== Segment start ==

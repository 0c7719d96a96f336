import { randomBytes } from "node:crypto";
import type { z } from "zod";
import {
  drawWorkers,
  planFullDaySampling,
  planJobSampling,
  planTaskSampling,
  preselectStrategy,
  type SamplingPlan,
  workPattern,
} from "../../shared/acoustics/survey-plan";
import type { ObservedDuration, SurveyPlan, SurveyPlanQuery } from "../../shared/schemas/survey";
import { rows } from "../lib/db";
import type { Job } from "../models/task";
import { FAILED_ON } from "./calibrations";
import { observedDurations } from "./observed-durations";

/** Of a working day whose nominal tasks nobody has named. */
const USUAL_SHIFT_MIN = 480;
/** From this spread of its minutes on, a task's duration counts as one that can't be foreseen. No source: a half. */
const UNPREDICTABLE_SHARE = 0.5;

export interface NominalTask {
  taskId: string;
  taskName: string;
  areaId: string | null;
  durationMin: number;
}

export async function nominalDay(jobId: string): Promise<NominalTask[]> {
  return rows<NominalTask>(
    `SELECT t.id AS "taskId", t.name AS "taskName", t.area_id AS "areaId", n.duration_min AS "durationMin"
     FROM job_tasks n JOIN tasks t ON t.id = n.task_id WHERE n.job_id = :jobId ORDER BY n.position`,
    { jobId },
  );
}

/** Minutes of a nominal day; a day that has none is taken as one of eight hours. */
export const shiftMinOf = (day: readonly { durationMin: number }[]): number =>
  day.reduce((sum, { durationMin }) => sum + durationMin, 0) || USUAL_SHIFT_MIN;

/** The instruments of a site that a survey can reserve, with what has reserved them from today on. */
async function instrumentsToReserve(siteId: string): Promise<SurveyPlan["instruments"]> {
  return rows(
    `SELECT i.id, i.name, i.serial_number AS "serialNumber", i.kind, i.class, i.calibration_due_on::text AS "calibrationDueOn",
       ${FAILED_ON("i.id")} AS "calibrationFailedOn", coalesce((SELECT json_agg(json_build_object('surveyId', y.id, 'surveyName', y.name, 'fromDate', lower(v.valid)::text,
           'toDate', (upper(v.valid) - 1)::text) ORDER BY lower(v.valid))
         FROM instrument_reservations v JOIN surveys y ON y.id = v.survey_id
         WHERE v.instrument_id = i.id AND upper(v.valid) > current_date AND y.state <> 'struck'), '[]') AS "reservedBy"
     FROM instruments i WHERE i.site_id = :siteId AND NOT i.is_archived AND i.kind <> 'calibrator'
     ORDER BY i.class, i.kind DESC, i.serial_number`,
    { siteId },
  );
}

function workPatternOf(
  day: readonly NominalTask[],
  observed: ReadonlyMap<string, ObservedDuration>,
): ReturnType<typeof workPattern> {
  const spreads = day.flatMap(({ taskId }) => {
    const { meanMin, sdMin } = observed.get(taskId) ?? { meanMin: 0, sdMin: null };
    return sdMin === null || meanMin === 0 ? [] : [sdMin / meanMin];
  });
  return workPattern({
    taskCount: day.length,
    isMobile: new Set(day.map(({ areaId }) => areaId)).size > 1,
    hasDurations: day.every(({ durationMin }) => durationMin > 0),
    // Most tasks, not each: a short one that varies does not make a day unforeseeable.
    isPredictable:
      spreads.filter((spread) => spread > UNPREDICTABLE_SHARE).length <= spreads.length / 2,
  });
}

/** What the standard asks of a survey of a group, filled in as far as it can be. Nothing is stored. */
export async function planSurvey(
  job: Job,
  query: z.output<typeof SurveyPlanQuery>,
): Promise<SurveyPlan> {
  const day = await nominalDay(job.id);
  const observed = await observedDurations(job.id);
  const people = await rows<{ workerId: string; name: string; employeeNumber: string }>(
    `SELECT id AS "workerId", name, employee_number AS "employeeNumber" FROM workers
     WHERE job_id = :jobId AND (left_on IS NULL OR left_on >= current_date) ORDER BY id`,
    { jobId: job.id },
  );
  const choice = preselectStrategy(workPatternOf(day, observed));
  const strategy = query.strategy ?? choice.strategy;
  const groupSize = people.length;
  const shiftMin = shiftMinOf(day);
  const ofWhole = (plan: SamplingPlan) => ({
    taskId: null,
    taskName: null,
    samplesCount: plan.sampleCount,
    sampleMin: plan.sampleMin,
    // Nobody has said yet how its noise runs: the form asks.
    pattern: "steady" as const,
    cycleMin: null,
    nominalMin: shiftMin,
    observed: null,
    reasons: [...plan.reasons],
  });
  const targets: SurveyPlan["targets"] =
    strategy === "task"
      ? day.map(({ taskId, taskName, durationMin }) => {
          const plan = planTaskSampling({
            durationMin,
            pattern: "steady",
            cycleMin: null,
            samplesDb: [],
          });
          return {
            ...ofWhole(plan),
            taskId,
            taskName,
            nominalMin: durationMin,
            observed: observed.get(taskId) ?? null,
          };
        })
      : strategy === "job"
        ? [ofWhole(planJobSampling({ groupSize: Math.max(1, groupSize), shiftMin, samplesDb: [] }))]
        : [ofWhole(planFullDaySampling({ shiftMin, samplesDb: [] }))];
  const seed = query.seed ?? randomBytes(6).toString("hex");
  const wanted = Math.max(1, ...targets.map(({ samplesCount }) => samplesCount));
  const draw = drawWorkers(
    people.map(({ workerId }) => workerId),
    wanted,
    seed,
  );
  const personOf = new Map(people.map((person) => [person.workerId, person]));
  const asPerson = (part: "drawn" | "reserve") => (workerId: string) => ({
    ...personOf.get(workerId)!,
    part,
  });
  return {
    strategy,
    proposedStrategy: choice.strategy,
    strategyReason: choice.reason,
    strategyClause: choice.clause,
    seed,
    groupSize,
    targets,
    people: [...draw.drawn.map(asPerson("drawn")), ...draw.reserve.map(asPerson("reserve"))],
    instruments: await instrumentsToReserve(job.siteId),
  };
}
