import type { OnWorker } from "../../shared/findings/remedy";
import { rows } from "../lib/db";
import { groupBy } from "../lib/group-by";
import { cannotWearOn } from "./cannot-wear";
import { activeCheckInForce, fitInForce } from "./own-attenuation";

interface OnDate {
  readonly workerId: string;
  /** ISO date. */
  readonly date: string;
}

type ValuesRow = OnDate & {
  modelId: string;
  ownFitDb: number | null;
  activeCheckPassed: boolean;
  cannotWear: boolean;
};

export const onWorkerKey = ({ workerId, date }: OnDate): string => `${workerId} ${date}`;

/** What single models do on these workers on these dates, as a day's verdict would take it: of the size assigned, where one is. */
export async function knownOnWorkers(days: readonly OnDate[]): Promise<Map<string, OnWorker>> {
  if (days.length === 0) return new Map();
  const found = await rows<ValuesRow>(
    `SELECT x.worker_id AS "workerId", x.date::text AS date, x.model_id AS "modelId", fit.par_db AS "ownFitDb",
       coalesce(active.active_passed, FALSE) AS "activeCheckPassed", ${cannotWearOn("x.worker_id", "x.model_id", "x.date")} AS "cannotWear"
     FROM (SELECT f.worker_id, d.date, f.model_id FROM jsonb_to_recordset($1::jsonb) AS d("workerId" uuid, date date)
       JOIN fit_tests f ON f.worker_id = d."workerId" AND f.tested_on <= d.date AND NOT f.is_void
       UNION SELECT r.worker_id, d.date, r.model_id FROM jsonb_to_recordset($1::jsonb) AS d("workerId" uuid, date date)
       JOIN protector_refusals r ON r.worker_id = d."workerId" AND r.happened_on <= d.date AND r.kind = 'cannot-wear' AND r.model_id IS NOT NULL) x
     LEFT JOIN LATERAL (SELECT s.size FROM assignments s
       WHERE s.worker_id = x.worker_id AND s.inner_model_id = x.model_id AND s.outer_model_id IS NULL AND s.valid @> x.date
       ORDER BY (s.task_id IS NULL AND s.area_id IS NULL) DESC, s.id LIMIT 1) a ON TRUE
     LEFT JOIN fit_test_revisions fit ON fit.id = ${fitInForce("x.worker_id", "x.model_id", "a.size", "x.date")}
     LEFT JOIN fit_test_revisions active ON active.id = ${activeCheckInForce("x.worker_id", "x.model_id", "a.size", "x.date")}`,
    [JSON.stringify(days.map(({ workerId, date }) => ({ workerId, date })))],
  );
  return new Map(
    [...groupBy(found, onWorkerKey)].map(([key, models]) => [
      key,
      new Map(
        models.map(({ modelId, ownFitDb, activeCheckPassed, cannotWear }) => [
          modelId,
          { ownFitDb, activeCheckPassed, cannotWear },
        ]),
      ),
    ]),
  );
}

== Segment end ==

Exercise objective:
Within the listing above, locate the line containing "(workerId: string) =>" and the line containing "WHERE s.worker_id = x.worker_id". Reproduce those two lines and all lines between them exactly, with nothing added.

Task output:
  const asPerson = (part: "drawn" | "reserve") => (workerId: string) => ({
    ...personOf.get(workerId)!,
    part,
  });
  return {
    strategy,
    proposedStrategy: choice.strategy,
    strategyReason: choice.reason,
    strategyClause: choice.clause,
    seed,
    groupSize,
    targets,
    people: [...draw.drawn.map(asPerson("drawn")), ...draw.reserve.map(asPerson("reserve"))],
    instruments: await instrumentsToReserve(job.siteId),
  };
}
import type { OnWorker } from "../../shared/findings/remedy";
import { rows } from "../lib/db";
import { groupBy } from "../lib/group-by";
import { cannotWearOn } from "./cannot-wear";
import { activeCheckInForce, fitInForce } from "./own-attenuation";

interface OnDate {
  readonly workerId: string;
  /** ISO date. */
  readonly date: string;
}

type ValuesRow = OnDate & {
  modelId: string;
  ownFitDb: number | null;
  activeCheckPassed: boolean;
  cannotWear: boolean;
};

export const onWorkerKey = ({ workerId, date }: OnDate): string => `${workerId} ${date}`;

/** What single models do on these workers on these dates, as a day's verdict would take it: of the size assigned, where one is. */
export async function knownOnWorkers(days: readonly OnDate[]): Promise<Map<string, OnWorker>> {
  if (days.length === 0) return new Map();
  const found = await rows<ValuesRow>(
    `SELECT x.worker_id AS "workerId", x.date::text AS date, x.model_id AS "modelId", fit.par_db AS "ownFitDb",
       coalesce(active.active_passed, FALSE) AS "activeCheckPassed", ${cannotWearOn("x.worker_id", "x.model_id", "x.date")} AS "cannotWear"
     FROM (SELECT f.worker_id, d.date, f.model_id FROM jsonb_to_recordset($1::jsonb) AS d("workerId" uuid, date date)
       JOIN fit_tests f ON f.worker_id = d."workerId" AND f.tested_on <= d.date AND NOT f.is_void
       UNION SELECT r.worker_id, d.date, r.model_id FROM jsonb_to_recordset($1::jsonb) AS d("workerId" uuid, date date)
       JOIN protector_refusals r ON r.worker_id = d."workerId" AND r.happened_on <= d.date AND r.kind = 'cannot-wear' AND r.model_id IS NOT NULL) x
     LEFT JOIN LATERAL (SELECT s.size FROM assignments s
       WHERE s.worker_id = x.worker_id AND s.inner_model_id = x.model_id AND s.outer_model_id IS NULL AND s.valid @> x.date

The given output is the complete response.